_WHAT THIS TASK INVOLVES_
Print, exactly and completely, every entry in the data.

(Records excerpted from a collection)
━━━━━━
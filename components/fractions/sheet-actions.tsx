'use client';

import { useState } from 'react';
import { ReasonDialog } from '@/components/signoff/reason-dialog';
import { SignOffDialog } from '@/components/signoff/sign-off-dialog';
import { useStep } from '@/components/signoff/use-step';
import { Button } from '@/components/ui/button';
import type { FractionActions } from '@/lib/signoff/sign-off-rules';

type SheetActionsProps = { code: string; version: number; actions: FractionActions; signer: string };
type Open = 'submit' | 'return' | 'sign-off' | 'reopen' | null;

const dialogs = {
  submit: {
    title: 'Submit for sign-off?',
    description:
      'The analysts of the group get an e-mail. The sheet keeps the specification that is in force now.',
    label: 'A word to the analyst',
    confirmLabel: 'Submit',
    done: 'Submitted',
    optional: true,
    bodyOf: (text: string) => (text ? { comment: text } : {}),
  },
  return: {
    title: 'Return to the chemist?',
    description: 'The chemist gets an e-mail with your reason. All evidence stays.',
    label: 'What has to be done',
    confirmLabel: 'Return',
    done: 'Returned',
    optional: false,
    bodyOf: (text: string) => ({ reason: text }),
  },
  reopen: {
    title: 'Reopen this fraction?',
    description: 'Its signature no longer holds, and stays readable with your reason.',
    label: 'Why the signature no longer holds',
    confirmLabel: 'Reopen',
    done: 'Reopened',
    optional: false,
    bodyOf: (text: string) => ({ reason: text }),
  },
} as const;

/** What can be done with the fraction. Every action stays in sight; one that is not possible says why. */
export function SheetActions({ code, version, actions, signer }: SheetActionsProps) {
  const [open, setOpen] = useState<Open>(null);
  const { take, busy, error, clear } = useStep(code, version);
  const show = (which: Open) => {
    clear();
    setOpen(which);
  };
  const simple = open === 'submit' || open === 'return' || open === 'reopen' ? open : null;
  const dialog = simple ? dialogs[simple] : null;
  return (
    <div className="flex flex-wrap items-start gap-3 no-print">
      <Button variant="primary" disabledReason={actions.submit} onClick={() => show('submit')}>
        Submit
      </Button>
      <Button variant="primary" disabledReason={actions.signOff} onClick={() => show('sign-off')}>
        Sign off
      </Button>
      <Button disabledReason={actions.return} onClick={() => show('return')}>
        Return
      </Button>
      <Button disabledReason={actions.reopen} onClick={() => show('reopen')}>
        Reopen
      </Button>
      {simple && dialog ? (
        <ReasonDialog
          key={simple}
          open
          onOpenChange={() => setOpen(null)}
          {...dialog}
          busy={busy}
          error={error}
          onConfirm={async (text) => {
            if (await take(simple, dialog.bodyOf(text), `${code}: ${dialog.done}`)) setOpen(null);
          }}
        />
      ) : null}
      <SignOffDialog
        open={open === 'sign-off'}
        onOpenChange={() => setOpen(null)}
        code={code}
        signer={signer}
        busy={busy}
        error={error}
        onSign={async (body) => {
          if (await take('sign-off', body, `${code}: signed off`)) setOpen(null);
        }}
      />
    </div>
  );
}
━━━━━━
_ANSWER BELOW_
filename components/fractions/sheet-actions.tsx
'use client';

import { useState } from 'react';
import { ReasonDialog } from '@/components/signoff/reason-dialog';
import { SignOffDialog } from '@/components/signoff/sign-off-dialog';
import { useStep } from '@/components/signoff/use-step';
import { Button } from '@/components/ui/button';
import type { FractionActions } from '@/lib/signoff/sign-off-rules';

type SheetActionsProps = { code: string; version: number; actions: FractionActions; signer: string };
type Open = 'submit' | 'return' | 'sign-off' | 'reopen' | null;

const dialogs = {
  submit: {
    title: 'Submit for sign-off?',
    description:
      'The analysts of the group get an e-mail. The sheet keeps the specification that is in force now.',
    label: 'A word to the analyst',
    confirmLabel: 'Submit',
    done: 'Submitted',
    optional: true,
    bodyOf: (text: string) => (text ? { comment: text } : {}),
  },
  return: {
    title: 'Return to the chemist?',
    description: 'The chemist gets an e-mail with your reason. All evidence stays.',
    label: 'What has to be done',
    confirmLabel: 'Return',
    done: 'Returned',
    optional: false,
    bodyOf: (text: string) => ({ reason: text }),
  },
  reopen: {
    title: 'Reopen this fraction?',
    description: 'Its signature no longer holds, and stays readable with your reason.',
    label: 'Why the signature no longer holds',
    confirmLabel: 'Reopen',
    done: 'Reopened',
    optional: false,
    bodyOf: (text: string) => ({ reason: text }),
  },
} as const;

/** What can be done with the fraction. Every action stays in sight; one that is not possible says why. */
export function SheetActions({ code, version, actions, signer }: SheetActionsProps) {
  const [open, setOpen] = useState<Open>(null);
  const { take, busy, error, clear } = useStep(code, version);
  const show = (which: Open) => {
    clear();
    setOpen(which);
  };
  const simple = open === 'submit' || open === 'return' || open === 'reopen' ? open : null;
  const dialog = simple ? dialogs[simple] : null;
  return (
    <div className="flex flex-wrap items-start gap-3 no-print">
      <Button variant="primary" disabledReason={actions.submit} onClick={() => show('submit')}>
        Submit
      </Button>
      <Button variant="primary" disabledReason={actions.signOff} onClick={() => show('sign-off')}>
        Sign off
      </Button>
      <Button disabledReason={actions.return} onClick={() => show('return')}>
        Return
      </Button>
      <Button disabledReason={actions.reopen} onClick={() => show('reopen')}>
        Reopen
      </Button>
      {simple && dialog ? (
        <ReasonDialog
          key={simple}
          open
          onOpenChange={() => setOpen(null)}
          {...dialog}
          busy={busy}
          error={error}
          onConfirm={async (text) => {
            if (await take(simple, dialog.bodyOf(text), `${code}: ${dialog.done}`)) setOpen(null);
          }}
        />
      ) : null}
      <SignOffDialog
        open={open === 'sign-off'}
        onOpenChange={() => setOpen(null)}
        code={code}
        signer={signer}
        busy={busy}
        error={error}
        onSign={async (body) => {
          if (await take('sign-off', body, `${code}: signed off`)) setOpen(null);
        }}
      />
    </div>
  );
}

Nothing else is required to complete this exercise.